_The task_. For the data below, restate word for word only the lines from the line containing "no single source)" through the line containing "expect(didYouMean('rms_windw_s', keys)).toBe('rms_window_s');", both ends included.
(Beginning of Data records)
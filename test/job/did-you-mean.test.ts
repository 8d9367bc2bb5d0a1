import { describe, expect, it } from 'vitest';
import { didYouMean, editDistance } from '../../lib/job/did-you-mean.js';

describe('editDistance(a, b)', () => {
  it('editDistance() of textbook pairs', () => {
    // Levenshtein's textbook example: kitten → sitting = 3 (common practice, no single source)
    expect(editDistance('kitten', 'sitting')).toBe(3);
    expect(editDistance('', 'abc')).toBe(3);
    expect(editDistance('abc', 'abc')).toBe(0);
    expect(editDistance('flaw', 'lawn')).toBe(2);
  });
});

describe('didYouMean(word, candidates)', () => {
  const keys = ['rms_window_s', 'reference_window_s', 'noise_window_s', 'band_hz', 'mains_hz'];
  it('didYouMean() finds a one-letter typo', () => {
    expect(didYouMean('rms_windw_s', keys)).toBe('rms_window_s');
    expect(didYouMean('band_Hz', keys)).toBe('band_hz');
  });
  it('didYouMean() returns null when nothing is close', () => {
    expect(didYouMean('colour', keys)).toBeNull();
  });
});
(End of Data records)
_Answer to this task_.
    // Levenshtein's textbook example: kitten → sitting = 3 (common practice, no single source)
    expect(editDistance('kitten', 'sitting')).toBe(3);
    expect(editDistance('', 'abc')).toBe(3);
    expect(editDistance('abc', 'abc')).toBe(0);
    expect(editDistance('flaw', 'lawn')).toBe(2);
  });
});

describe('didYouMean(word, candidates)', () => {
  const keys = ['rms_window_s', 'reference_window_s', 'noise_window_s', 'band_hz', 'mains_hz'];
  it('didYouMean() finds a one-letter typo', () => {
    expect(didYouMean('rms_windw_s', keys)).toBe('rms_window_s');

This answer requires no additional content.